Question

The bulk modulus of rubber is $9.8\times {{10}^{8}}{N}/{{{m}^{2}}}\;$. To what height from the upper surface a rubber ball be taken in a lake so the volume of rubber ball decreased by$0.1$?
(A) $1m$
(B) $25m$
(C) $100m$
(D) $200m$

Answer 1

In this question the volume strain (the decreased percentage of volume) is given and the bulk modulus is also given. The bulk modulus is the ratio of volume stress over volume strain and the actual volume stress is force per unit area but here the force per unit area is considered as pressure difference on the ball between the surface of the lake and the pressure at depth $h$.
Formula used:
$B=-\dfrac{\Delta P}{{}^{\Delta V}/{}_{V}}$
And $P=\rho gh$.

Complete answer:
The bulk modulus of rubber is $9.8\times {{10}^{8}}{N}/{{{m}^{2}}}\;$ is given.

The following figure indicates the ball at the surface of the lake.
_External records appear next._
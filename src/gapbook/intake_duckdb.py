"""Intake over a data file with DuckDB, without loading the file into pandas (``data.engine: duckdb``).

A registry extract of tens of millions of rows does not fit in memory as a pandas frame.
DuckDB (embedded, in this process, no server) reads the CSV or Parquet file in SQL, and
the audit's counts are computed there (:mod:`gapbook.audit_duckdb`). The results are the
same tables, byte for byte, as the pandas path gives on a file both can hold, because:

- every decision about a cell (value, marker, reason code, blank, not a number) is made by
  intake's own :func:`gapbook.intake.decide_column` on each column's *distinct* raw values;
  SQL only maps raw values to the decided reasons and counts them;
- cells that are plain numbers (``[+-]?(d+.?d*|.d+)([eE][+-]?d+)?``, nothing else) read
  the same in DuckDB and in Python (both round correctly), so they are not listed one by
  one unless they equal a marker; every other cell is listed as a distinct value;
- range checks, medians and robust z-values are computed in SQL with the same floating
  point operations as intake (medians exactly: DuckDB finds a window of values around
  the middle, and the middle values are read from it).

CSV and TSV files are first copied into a private temporary DuckDB database (in file
order, so row numbers are file rows); Parquet files are read in place.
"""
from __future__ import annotations

import codecs
import concurrent.futures
import contextlib
import os
import shutil
import tempfile
import weakref
from dataclasses import dataclass, field
from pathlib import Path
from typing import Any, Dict, List, Mapping, Optional, Sequence, Tuple

import numpy as np
import pandas as pd

from .errors import InputError
from .expressions import Expression
from .expressions_sql import SqlColumn, compile_condition, layered_select
from .intake import (EXTREME_COLUMNS, IMPLAUSIBLE, MAX_MAGNITUDE, RANGE_ACTIONS, RANGE_COLUMNS, ColumnDecision, ConditionCounts,
                     DistinctCells, EveryValueNeeded, PlainNumbers, RobustCentre, VariableInfo, _format_of,
                     _refuse_markers_that_are_levels, _text_header, applicability_warnings, blank_id_error,
                     check_declared_columns, check_expression_columns, clean_id, decide_column, duplicate_id_error,
                     inferred_notes, marker_table, nul_error, range_action, range_rule, read_table, robust_centre, robust_z,
                     rows_note, sha256_of, spread_values, too_large_error, variables_table)
from .params import Params, VariableSpec
from .row_filter import RowsKept, decide_rows, filter_only_columns, ignored_when_read, keep_rows_expression
from .vocabulary import CATEGORICAL_TYPES, NOT_APPLICABLE, NUMERIC_TYPES

__all__ = ["WHITESPACE", "choose_engine", "ScannedColumn", "ScannedStudy", "scan_study"]

AUTO_DUCKDB_BYTES = 100 * 2**20  # data.engine auto: files larger than 100 MiB are read with DuckDB
MEMORY_LIMIT = "1GB"  # DuckDB spills to its private temporary folder beyond this
IDLE_MEMORY_LIMIT = "64MB"  # while Python works on fetched counts, DuckDB's cached pages are let go
PLAIN_NUMBER = r"[+-]?([0-9]+[.]?[0-9]*|[.][0-9]+)([eE][+-]?[0-9]+)?"
DISTINCT_LISTED = 1000  # an undeclared numeric column lists its distinct values up to this many
_APPROX_DISTINCT = 4 * DISTINCT_LISTED  # HyperLogLog estimates above this surely exceed DISTINCT_LISTED
ROW = '"__gapbook_row"'  # the file row (0-based) beside the file's own columns
_SAMPLE = 100_000  # rows sampled to guess the median windows
_SAMPLE_SEED = 20261202
_WINDOW = 0.01  # the median window spans the sample's quantiles 0.49 to 0.51
# The median's pass lists the median spread's windows too unless the sample holds more distinct values in the
# windows than this (values recorded to a few decimals repeat; a choice of ours, no source).
_SPREAD_LISTED = 1000
# What Python's str.strip() removes (every character whose isspace() is true); DuckDB's trim() is given the same.
WHITESPACE = ("\t\n\x0b\x0c\r\x1c\x1d\x1e\x1f \x85\xa0\u1680\u2000\u2001\u2002\u2003\u2004\u2005\u2006"
              "\u2007\u2008\u2009\u200a\u2028\u2029\u202f\u205f\u3000")
_NUMERIC_TYPES = ("BOOLEAN", "TINYINT", "SMALLINT", "INTEGER", "BIGINT", "UTINYINT", "USMALLINT", "UINTEGER",
                  "UBIGINT", "FLOAT", "DOUBLE")
_ENCODINGS = {"utf-8": "utf-8", "latin-1": "latin-1", "iso8859-1": "latin-1", "utf-16": "utf-16"}


def choose_engine(params: Params) -> Tuple[str, str]:
    """The engine that reads the params' data file, and why (one sentence for the page).

    ``data.engine: auto`` picks DuckDB for CSV, TSV and Parquet files larger than
    ``AUTO_DUCKDB_BYTES`` and pandas otherwise (``applies_if`` conditions are compiled to
    SQL, :mod:`gapbook.expressions_sql`).

    Parameters
    ----------
    params : the validated study params.

    Returns
    -------
    (engine, why): engine is ``"pandas"`` or ``"duckdb"``.
    """
    declared = params.data.engine
    path = params.data_path
    if declared == "pandas":
        return "pandas", "data.engine is pandas"
    borrowed = [name for name, section in params.missing.columns.items() if section.reason_from is not None]
    if borrowed:  # reasons taken from another column are read with pandas only
        if declared == "duckdb":
            raise InputError(f"{params.label}: missing.columns.{borrowed[0]}.reason_from is read with pandas only; "
                             "set data.engine: pandas (or auto)")
        return "pandas", f"data.engine auto: missing.columns.{borrowed[0]}.reason_from is read with pandas"
    if declared == "duckdb":
        _duckdb_format(params)
        return "duckdb", "data.engine is duckdb"
    size = path.stat().st_size if path.is_file() else 0
    if size <= AUTO_DUCKDB_BYTES:
        return "pandas", f"data.engine auto: the file ({size / 2**20:.1f} MiB) is not above {_mib(AUTO_DUCKDB_BYTES)}"
    try:
        _duckdb_format(params)
    except InputError:
        return "pandas", "data.engine auto: DuckDB does not read this file's format or text encoding"
    return "duckdb", f"data.engine auto: the file ({size / 2**20:.0f} MiB) is above {_mib(AUTO_DUCKDB_BYTES)}"


def _mib(size: int) -> str:
    return f"{size / 2**20:g} MiB"


def _duckdb_format(params: Params) -> str:
    fmt = _format_of(params.data_path, params.data.format)
    if fmt not in ("csv", "tsv", "parquet"):
        raise InputError(f"{params.label}: data.engine duckdb reads CSV, TSV and Parquet files, not {fmt}; "
                         "set data.engine to pandas")
    if fmt != "parquet" and _duckdb_encoding(params.data.encoding) is None:
        raise InputError(f"{params.label}: data.engine duckdb reads utf-8, utf-16 and latin-1 text, not "
                         f"{params.data.encoding}; set data.engine to pandas")
    if params.data.decimal != "." or params.data.thousands:
        raise InputError(f"{params.label}: data.engine duckdb reads numbers written with a decimal point and no "
                         "thousands separator; set data.engine to pandas")
    return fmt


def _duckdb_encoding(encoding: str) -> Optional[str]:
    return _ENCODINGS.get(codecs.lookup(encoding).name)


# ---------------------------------------------------------------------------
# SQL text: every value and name from a file or params enters SQL as a quoted literal

def quote_name(name: str) -> str:
    """A SQL identifier for any column name."""
    return '"' + str(name).replace('"', '""') + '"'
Assume at the surface of the lake, the volume and the pressure are $V$and ${{P}_{0}}$ respectively.

When the ball taken in the lake with depth $h$, assume the volume of the ball is $V'$ and the pressure on the ball is $P'$.The situation of the ball is given below,

In the question the volume strain (the decreased percentage of volume) is given by $0.1$,
So, ${}^{\Delta V}/{}_{V}\times 100=-0.1$
So, ${}^{\Delta V}/{}_{V}=-\dfrac{0.1}{100}=-{{10}^{-3}}$
Here the negative sign denotes the decrease in volume.
Now bulk modulus $B=9.8\times {{10}^{8}}{N}/{{{m}^{2}}}\;$ is given but the pressure at $h$ depth is,
So, $P'={{P}_{0}}+\rho gh$
So, $\Delta P={{P}_{0}}-P'$
$\therefore \Delta P={{P}_{0}}-({{P}_{0}}-\rho gh)$
$\therefore \Delta P=\rho gh$

Now applying the formula of bulk modulus,

$B=-\dfrac{\Delta P}{{}^{\Delta V}/{}_{V}}$
$\therefore B=-\dfrac{\rho gh}{{}^{\Delta V}/{}_{V}}$
$\therefore 9.8\times {{10}^{8}}=-\dfrac{{{10}^{3}}\times 9.8\times h}{(-{{10}^{-3}})}$
$\therefore h=100m$

So, the correct answer is “Option C”.

Note:
When the body is taken under the one medium to another medium is given by pressure difference of pressure at the top (at the surface of touching both the medium, always be the pressure of the first medium) and pressure at the depth when the body is taken (it is the sum of pressure at touching the surface and $\rho gh$ of the second medium).